In the records below, the line with "knownShape is null);" opens the range and the line with "FitSourceClasses.All.Select(c => c.ClassId)]);" closes it; print that range exactly and nothing else.

Data extracted from a collection
★ ★ ★ ★ ★
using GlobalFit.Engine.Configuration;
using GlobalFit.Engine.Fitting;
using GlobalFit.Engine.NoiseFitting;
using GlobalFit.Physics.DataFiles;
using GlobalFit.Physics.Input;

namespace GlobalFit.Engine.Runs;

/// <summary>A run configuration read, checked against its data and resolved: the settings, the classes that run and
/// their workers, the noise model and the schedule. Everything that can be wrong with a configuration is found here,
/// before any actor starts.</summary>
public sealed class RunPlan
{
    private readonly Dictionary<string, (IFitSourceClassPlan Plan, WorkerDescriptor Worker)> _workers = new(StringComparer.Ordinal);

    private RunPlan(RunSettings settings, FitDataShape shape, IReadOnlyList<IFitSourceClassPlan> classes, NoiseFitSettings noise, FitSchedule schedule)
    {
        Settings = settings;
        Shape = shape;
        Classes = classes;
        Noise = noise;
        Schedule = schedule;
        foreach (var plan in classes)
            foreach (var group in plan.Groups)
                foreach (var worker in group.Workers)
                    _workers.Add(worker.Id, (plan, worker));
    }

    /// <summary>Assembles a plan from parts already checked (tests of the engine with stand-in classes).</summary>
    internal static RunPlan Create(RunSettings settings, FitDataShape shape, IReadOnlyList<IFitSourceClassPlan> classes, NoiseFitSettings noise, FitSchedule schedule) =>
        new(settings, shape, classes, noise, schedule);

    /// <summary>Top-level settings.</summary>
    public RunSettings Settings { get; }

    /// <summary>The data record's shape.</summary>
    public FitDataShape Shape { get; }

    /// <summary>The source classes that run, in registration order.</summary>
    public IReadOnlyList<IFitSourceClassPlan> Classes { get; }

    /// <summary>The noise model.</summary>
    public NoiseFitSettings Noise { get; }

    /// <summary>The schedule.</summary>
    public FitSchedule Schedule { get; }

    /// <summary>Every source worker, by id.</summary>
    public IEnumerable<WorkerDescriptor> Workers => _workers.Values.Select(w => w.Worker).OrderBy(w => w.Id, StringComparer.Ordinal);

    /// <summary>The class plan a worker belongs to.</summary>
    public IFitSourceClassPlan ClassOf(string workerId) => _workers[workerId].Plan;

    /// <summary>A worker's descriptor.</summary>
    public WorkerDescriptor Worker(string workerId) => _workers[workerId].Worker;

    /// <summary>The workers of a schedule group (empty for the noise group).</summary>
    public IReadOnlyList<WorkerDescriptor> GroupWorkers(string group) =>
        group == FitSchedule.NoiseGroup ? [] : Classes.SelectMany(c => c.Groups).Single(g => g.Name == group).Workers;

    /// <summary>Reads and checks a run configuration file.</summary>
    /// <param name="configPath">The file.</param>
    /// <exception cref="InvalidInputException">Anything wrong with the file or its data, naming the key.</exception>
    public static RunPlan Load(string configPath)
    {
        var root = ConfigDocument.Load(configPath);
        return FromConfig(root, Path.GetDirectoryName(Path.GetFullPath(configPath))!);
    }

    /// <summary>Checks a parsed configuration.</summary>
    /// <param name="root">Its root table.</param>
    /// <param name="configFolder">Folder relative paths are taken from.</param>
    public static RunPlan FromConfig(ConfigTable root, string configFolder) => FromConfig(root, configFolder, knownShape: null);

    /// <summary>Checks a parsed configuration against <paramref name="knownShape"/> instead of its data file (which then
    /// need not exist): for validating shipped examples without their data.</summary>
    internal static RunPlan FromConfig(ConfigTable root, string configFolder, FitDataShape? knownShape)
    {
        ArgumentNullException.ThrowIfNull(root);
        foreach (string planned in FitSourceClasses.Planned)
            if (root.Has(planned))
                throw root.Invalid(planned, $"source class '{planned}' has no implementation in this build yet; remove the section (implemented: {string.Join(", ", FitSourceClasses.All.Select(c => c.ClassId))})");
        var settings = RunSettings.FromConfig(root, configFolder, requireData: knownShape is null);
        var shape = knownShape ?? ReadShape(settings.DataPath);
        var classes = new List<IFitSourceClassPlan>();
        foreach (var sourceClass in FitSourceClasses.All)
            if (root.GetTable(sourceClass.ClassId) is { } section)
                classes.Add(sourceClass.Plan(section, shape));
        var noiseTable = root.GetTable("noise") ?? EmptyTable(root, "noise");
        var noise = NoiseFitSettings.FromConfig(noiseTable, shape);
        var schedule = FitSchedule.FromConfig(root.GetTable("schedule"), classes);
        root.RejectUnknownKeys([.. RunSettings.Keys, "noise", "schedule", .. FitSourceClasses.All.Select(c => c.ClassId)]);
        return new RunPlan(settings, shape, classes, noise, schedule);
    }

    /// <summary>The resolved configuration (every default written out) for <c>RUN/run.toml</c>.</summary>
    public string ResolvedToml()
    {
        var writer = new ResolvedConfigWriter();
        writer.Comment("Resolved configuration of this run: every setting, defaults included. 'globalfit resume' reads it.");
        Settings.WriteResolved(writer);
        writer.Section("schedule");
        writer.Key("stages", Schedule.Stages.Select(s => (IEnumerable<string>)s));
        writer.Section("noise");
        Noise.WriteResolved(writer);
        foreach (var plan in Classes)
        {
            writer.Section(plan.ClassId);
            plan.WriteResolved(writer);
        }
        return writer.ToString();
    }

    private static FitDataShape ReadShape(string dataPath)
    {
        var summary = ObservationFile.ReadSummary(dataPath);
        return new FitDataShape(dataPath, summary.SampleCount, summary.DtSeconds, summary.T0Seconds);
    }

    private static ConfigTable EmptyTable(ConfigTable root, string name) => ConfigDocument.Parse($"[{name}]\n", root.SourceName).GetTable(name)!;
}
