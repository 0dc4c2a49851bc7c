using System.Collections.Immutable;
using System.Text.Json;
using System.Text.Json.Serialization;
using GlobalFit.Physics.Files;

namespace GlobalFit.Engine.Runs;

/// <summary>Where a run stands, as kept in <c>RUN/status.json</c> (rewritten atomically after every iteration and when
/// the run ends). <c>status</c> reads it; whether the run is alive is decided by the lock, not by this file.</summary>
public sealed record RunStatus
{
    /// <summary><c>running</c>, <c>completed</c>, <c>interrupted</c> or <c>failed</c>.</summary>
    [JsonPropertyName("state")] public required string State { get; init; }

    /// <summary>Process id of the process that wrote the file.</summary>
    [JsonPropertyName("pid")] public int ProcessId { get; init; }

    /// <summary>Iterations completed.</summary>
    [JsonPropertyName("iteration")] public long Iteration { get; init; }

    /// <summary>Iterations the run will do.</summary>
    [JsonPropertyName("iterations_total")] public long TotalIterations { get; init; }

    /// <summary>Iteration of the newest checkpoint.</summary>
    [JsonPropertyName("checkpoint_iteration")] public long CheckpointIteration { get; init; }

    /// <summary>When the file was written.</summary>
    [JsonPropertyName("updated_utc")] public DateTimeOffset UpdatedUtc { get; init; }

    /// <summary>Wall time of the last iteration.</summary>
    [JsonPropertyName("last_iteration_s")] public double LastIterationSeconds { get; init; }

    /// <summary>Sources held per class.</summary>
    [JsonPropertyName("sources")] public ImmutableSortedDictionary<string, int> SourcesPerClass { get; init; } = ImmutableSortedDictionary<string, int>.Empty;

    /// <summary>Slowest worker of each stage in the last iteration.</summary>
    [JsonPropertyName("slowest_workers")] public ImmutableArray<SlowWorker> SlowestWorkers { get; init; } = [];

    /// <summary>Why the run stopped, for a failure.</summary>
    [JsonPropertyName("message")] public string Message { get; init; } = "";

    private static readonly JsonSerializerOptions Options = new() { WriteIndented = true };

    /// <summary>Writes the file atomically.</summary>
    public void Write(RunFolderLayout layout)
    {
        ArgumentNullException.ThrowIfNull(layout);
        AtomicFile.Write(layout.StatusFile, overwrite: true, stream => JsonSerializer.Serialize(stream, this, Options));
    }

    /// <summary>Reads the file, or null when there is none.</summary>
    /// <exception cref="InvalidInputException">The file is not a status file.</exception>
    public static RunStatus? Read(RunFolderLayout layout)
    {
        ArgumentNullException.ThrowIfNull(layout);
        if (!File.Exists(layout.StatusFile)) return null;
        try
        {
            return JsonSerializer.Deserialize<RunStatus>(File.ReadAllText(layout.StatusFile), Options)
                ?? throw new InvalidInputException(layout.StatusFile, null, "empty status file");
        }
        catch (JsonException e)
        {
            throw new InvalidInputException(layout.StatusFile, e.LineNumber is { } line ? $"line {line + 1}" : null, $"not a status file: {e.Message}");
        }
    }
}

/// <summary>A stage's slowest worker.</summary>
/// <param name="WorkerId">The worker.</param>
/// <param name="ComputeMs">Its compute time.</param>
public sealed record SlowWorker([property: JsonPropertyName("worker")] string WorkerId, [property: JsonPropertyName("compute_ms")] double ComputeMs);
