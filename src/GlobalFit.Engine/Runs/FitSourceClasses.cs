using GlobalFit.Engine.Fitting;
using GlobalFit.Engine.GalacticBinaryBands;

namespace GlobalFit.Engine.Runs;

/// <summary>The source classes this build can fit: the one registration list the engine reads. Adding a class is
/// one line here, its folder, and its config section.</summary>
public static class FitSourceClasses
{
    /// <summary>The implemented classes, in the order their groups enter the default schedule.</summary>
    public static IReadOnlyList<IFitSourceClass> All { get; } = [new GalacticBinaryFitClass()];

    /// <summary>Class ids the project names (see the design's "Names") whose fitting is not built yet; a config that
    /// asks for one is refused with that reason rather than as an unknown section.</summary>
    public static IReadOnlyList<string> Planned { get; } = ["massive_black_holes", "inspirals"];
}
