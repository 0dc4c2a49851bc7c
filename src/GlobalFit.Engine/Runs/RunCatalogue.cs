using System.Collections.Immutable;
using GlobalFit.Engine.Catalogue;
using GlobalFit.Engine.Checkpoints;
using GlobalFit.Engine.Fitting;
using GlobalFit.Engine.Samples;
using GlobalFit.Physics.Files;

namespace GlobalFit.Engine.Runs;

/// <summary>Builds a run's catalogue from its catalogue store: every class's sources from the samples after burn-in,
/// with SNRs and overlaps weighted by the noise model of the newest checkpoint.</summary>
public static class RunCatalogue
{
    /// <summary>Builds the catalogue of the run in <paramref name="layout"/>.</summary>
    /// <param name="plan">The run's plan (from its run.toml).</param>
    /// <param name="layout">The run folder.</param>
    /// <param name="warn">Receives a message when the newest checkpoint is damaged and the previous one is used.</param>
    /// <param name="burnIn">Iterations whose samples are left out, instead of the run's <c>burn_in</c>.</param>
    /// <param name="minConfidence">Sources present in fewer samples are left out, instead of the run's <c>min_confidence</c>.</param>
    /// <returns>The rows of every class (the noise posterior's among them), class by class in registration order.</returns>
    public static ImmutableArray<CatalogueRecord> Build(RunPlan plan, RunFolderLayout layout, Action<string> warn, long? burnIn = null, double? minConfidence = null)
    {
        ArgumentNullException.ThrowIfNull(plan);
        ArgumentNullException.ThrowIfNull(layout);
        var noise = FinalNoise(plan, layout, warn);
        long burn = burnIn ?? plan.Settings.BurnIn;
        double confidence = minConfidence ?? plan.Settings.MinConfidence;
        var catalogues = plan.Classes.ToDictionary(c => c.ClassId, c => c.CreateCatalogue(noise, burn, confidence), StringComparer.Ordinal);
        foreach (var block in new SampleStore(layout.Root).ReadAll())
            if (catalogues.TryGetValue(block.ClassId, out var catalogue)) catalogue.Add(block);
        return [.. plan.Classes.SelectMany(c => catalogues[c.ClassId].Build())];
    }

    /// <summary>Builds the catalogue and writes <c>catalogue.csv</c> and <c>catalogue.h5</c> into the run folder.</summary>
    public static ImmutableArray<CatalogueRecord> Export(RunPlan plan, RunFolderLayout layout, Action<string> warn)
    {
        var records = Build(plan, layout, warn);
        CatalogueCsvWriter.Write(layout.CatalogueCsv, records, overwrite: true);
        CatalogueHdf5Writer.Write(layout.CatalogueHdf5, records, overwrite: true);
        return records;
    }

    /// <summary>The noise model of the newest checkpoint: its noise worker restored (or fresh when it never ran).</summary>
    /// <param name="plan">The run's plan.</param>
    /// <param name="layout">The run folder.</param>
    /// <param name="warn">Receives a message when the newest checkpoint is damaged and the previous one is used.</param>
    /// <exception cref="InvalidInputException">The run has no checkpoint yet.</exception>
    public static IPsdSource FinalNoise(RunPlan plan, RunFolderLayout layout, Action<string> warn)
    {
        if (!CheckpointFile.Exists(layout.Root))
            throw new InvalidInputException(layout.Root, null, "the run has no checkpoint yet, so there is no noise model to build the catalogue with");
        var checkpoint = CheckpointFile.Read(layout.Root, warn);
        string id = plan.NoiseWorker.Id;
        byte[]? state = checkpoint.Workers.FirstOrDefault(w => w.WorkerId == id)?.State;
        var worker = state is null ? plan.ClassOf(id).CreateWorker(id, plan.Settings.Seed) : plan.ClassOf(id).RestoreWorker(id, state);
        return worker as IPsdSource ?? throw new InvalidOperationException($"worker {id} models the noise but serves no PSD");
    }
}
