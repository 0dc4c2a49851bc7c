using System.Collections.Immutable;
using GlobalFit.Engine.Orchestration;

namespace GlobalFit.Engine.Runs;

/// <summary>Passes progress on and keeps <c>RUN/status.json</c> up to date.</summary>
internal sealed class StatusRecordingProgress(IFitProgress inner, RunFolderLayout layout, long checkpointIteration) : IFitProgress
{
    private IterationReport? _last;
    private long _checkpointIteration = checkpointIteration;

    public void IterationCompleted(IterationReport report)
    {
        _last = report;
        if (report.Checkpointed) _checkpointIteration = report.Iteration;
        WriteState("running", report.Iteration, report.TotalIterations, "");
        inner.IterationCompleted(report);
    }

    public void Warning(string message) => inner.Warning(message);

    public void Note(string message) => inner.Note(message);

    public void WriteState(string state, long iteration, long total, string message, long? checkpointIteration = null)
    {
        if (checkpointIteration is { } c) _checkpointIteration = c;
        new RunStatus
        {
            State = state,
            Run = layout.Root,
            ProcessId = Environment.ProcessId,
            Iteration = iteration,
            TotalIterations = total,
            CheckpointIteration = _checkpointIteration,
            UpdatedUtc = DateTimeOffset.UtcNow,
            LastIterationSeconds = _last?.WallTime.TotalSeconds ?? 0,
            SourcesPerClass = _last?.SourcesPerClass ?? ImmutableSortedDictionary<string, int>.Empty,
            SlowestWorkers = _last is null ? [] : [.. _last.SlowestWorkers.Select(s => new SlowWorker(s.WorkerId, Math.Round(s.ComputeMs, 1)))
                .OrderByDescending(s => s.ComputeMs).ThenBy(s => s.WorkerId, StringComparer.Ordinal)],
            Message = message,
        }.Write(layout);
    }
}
★ ★ ★ ★ ★
## ANSWER BELOW
        var settings = RunSettings.FromConfig(root, configFolder, requireData: knownShape is null);
        var shape = knownShape ?? ReadShape(settings.DataPath);
        var classes = new List<IFitSourceClassPlan>();
        foreach (var sourceClass in FitSourceClasses.All)
            if (root.GetTable(sourceClass.ClassId) is { } section)
                classes.Add(sourceClass.Plan(section, shape));
        var noiseTable = root.GetTable("noise") ?? EmptyTable(root, "noise");
        var noise = NoiseFitSettings.FromConfig(noiseTable, shape);
        var schedule = FitSchedule.FromConfig(root.GetTable("schedule"), classes);
        root.RejectUnknownKeys([.. RunSettings.Keys, "noise", "schedule", .. FitSourceClasses.All.Select(c => c.ClassId)]);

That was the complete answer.